- [WHAT THE TASK REQUIRES]
Every line containing the string "Result" is to be copied from the records.

++++

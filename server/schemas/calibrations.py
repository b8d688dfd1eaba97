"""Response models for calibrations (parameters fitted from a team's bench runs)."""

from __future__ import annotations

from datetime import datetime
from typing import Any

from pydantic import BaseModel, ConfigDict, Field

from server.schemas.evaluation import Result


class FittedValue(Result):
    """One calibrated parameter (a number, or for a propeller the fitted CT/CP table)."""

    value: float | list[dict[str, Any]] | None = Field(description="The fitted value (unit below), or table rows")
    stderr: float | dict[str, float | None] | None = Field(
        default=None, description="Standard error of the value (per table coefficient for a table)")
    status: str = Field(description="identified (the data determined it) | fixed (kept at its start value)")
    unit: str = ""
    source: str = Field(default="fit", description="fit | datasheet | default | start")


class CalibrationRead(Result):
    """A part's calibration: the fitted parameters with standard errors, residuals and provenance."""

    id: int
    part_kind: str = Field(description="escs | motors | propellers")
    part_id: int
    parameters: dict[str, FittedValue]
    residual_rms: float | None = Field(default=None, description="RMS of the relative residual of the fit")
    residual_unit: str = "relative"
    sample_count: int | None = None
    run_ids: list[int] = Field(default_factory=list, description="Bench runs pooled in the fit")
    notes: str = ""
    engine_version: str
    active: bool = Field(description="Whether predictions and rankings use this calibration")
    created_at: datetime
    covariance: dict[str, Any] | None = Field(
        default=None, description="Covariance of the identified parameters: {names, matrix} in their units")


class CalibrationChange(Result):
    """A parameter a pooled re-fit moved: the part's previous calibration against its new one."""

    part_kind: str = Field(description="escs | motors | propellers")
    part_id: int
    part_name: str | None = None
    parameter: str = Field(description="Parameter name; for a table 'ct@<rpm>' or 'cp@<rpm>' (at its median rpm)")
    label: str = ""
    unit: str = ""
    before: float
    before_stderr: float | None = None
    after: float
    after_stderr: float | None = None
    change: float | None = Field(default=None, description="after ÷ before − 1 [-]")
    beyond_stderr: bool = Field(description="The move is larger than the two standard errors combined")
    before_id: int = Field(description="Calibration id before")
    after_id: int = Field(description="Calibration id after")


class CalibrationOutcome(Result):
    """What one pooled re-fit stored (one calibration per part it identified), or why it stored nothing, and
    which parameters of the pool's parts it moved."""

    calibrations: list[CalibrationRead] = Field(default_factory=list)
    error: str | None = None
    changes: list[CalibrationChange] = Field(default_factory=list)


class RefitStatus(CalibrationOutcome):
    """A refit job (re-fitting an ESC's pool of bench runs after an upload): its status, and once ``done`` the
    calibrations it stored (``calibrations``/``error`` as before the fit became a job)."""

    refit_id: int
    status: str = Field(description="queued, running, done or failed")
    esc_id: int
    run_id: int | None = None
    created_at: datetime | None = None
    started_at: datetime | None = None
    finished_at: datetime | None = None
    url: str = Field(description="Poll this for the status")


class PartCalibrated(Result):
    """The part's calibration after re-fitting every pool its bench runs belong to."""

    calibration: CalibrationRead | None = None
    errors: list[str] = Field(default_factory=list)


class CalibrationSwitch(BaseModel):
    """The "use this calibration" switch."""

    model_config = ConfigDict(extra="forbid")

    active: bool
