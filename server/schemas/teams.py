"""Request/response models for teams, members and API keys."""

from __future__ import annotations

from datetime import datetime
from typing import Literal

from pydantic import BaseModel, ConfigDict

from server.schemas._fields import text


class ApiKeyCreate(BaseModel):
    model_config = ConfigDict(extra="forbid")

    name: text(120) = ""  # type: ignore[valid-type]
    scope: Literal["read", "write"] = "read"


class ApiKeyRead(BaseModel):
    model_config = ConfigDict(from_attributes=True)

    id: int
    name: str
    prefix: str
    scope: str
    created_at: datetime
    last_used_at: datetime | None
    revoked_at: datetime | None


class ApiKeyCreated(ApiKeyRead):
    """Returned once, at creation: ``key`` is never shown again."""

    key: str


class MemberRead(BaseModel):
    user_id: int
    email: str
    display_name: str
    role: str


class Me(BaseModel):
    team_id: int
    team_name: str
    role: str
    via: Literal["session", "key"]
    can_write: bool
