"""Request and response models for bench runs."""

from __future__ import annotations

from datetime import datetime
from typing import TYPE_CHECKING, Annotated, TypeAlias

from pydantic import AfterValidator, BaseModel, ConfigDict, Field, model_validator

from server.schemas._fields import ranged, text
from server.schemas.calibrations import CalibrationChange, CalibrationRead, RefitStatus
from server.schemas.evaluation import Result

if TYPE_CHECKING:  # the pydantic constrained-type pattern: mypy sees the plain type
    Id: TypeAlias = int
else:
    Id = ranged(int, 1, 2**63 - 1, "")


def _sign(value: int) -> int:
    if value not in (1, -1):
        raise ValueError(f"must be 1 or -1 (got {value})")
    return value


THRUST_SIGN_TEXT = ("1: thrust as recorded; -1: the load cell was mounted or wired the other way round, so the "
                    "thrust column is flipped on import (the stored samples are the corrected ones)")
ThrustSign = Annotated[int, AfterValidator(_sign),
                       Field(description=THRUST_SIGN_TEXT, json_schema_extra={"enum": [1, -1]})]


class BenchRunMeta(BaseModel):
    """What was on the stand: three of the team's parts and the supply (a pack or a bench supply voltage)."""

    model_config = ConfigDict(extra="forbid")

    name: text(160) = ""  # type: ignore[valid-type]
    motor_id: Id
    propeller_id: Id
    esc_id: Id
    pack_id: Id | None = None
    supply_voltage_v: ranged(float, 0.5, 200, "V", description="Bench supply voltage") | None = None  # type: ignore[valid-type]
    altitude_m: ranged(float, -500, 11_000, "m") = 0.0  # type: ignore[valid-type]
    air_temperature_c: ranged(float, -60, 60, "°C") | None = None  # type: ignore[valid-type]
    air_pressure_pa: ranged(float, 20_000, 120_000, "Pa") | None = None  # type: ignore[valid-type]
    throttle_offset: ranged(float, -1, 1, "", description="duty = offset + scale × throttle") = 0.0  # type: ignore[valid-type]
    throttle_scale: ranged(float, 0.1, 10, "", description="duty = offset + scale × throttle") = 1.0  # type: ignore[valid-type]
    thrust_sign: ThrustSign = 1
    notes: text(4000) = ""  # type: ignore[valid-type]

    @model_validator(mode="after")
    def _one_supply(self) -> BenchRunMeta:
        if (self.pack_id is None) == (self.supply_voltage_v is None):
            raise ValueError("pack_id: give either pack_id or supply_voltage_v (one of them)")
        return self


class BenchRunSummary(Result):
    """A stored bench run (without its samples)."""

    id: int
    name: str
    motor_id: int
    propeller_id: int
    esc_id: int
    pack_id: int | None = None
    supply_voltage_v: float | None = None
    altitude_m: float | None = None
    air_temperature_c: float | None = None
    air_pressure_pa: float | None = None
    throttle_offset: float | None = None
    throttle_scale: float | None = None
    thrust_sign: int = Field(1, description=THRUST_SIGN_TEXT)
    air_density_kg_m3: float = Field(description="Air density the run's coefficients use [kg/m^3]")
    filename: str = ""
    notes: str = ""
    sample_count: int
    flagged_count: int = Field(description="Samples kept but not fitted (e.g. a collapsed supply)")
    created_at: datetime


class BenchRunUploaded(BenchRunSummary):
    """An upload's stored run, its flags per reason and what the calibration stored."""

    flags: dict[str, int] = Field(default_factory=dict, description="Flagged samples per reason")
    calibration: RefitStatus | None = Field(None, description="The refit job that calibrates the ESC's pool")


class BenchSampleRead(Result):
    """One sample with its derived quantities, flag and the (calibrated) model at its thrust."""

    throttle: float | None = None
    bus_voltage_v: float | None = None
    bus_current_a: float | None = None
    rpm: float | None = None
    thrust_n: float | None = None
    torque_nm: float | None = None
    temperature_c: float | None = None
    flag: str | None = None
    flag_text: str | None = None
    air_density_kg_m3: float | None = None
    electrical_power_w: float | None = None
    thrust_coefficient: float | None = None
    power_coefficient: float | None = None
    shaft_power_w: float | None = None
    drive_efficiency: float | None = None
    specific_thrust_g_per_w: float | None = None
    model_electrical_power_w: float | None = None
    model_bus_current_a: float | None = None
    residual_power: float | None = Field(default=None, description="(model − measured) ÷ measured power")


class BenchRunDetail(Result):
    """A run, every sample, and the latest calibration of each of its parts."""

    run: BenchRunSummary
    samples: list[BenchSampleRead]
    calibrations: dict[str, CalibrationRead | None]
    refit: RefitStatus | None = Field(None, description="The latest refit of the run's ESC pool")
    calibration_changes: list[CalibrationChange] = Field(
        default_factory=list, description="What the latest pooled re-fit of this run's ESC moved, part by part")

++++

- [SOLUTION TO THIS EXERCISE]
from server.schemas.evaluation import Result
class FittedValue(Result):
class CalibrationRead(Result):
class CalibrationChange(Result):
class CalibrationOutcome(Result):
class PartCalibrated(Result):
from server.schemas.evaluation import Result
class BenchRunSummary(Result):
class BenchSampleRead(Result):
class BenchRunDetail(Result):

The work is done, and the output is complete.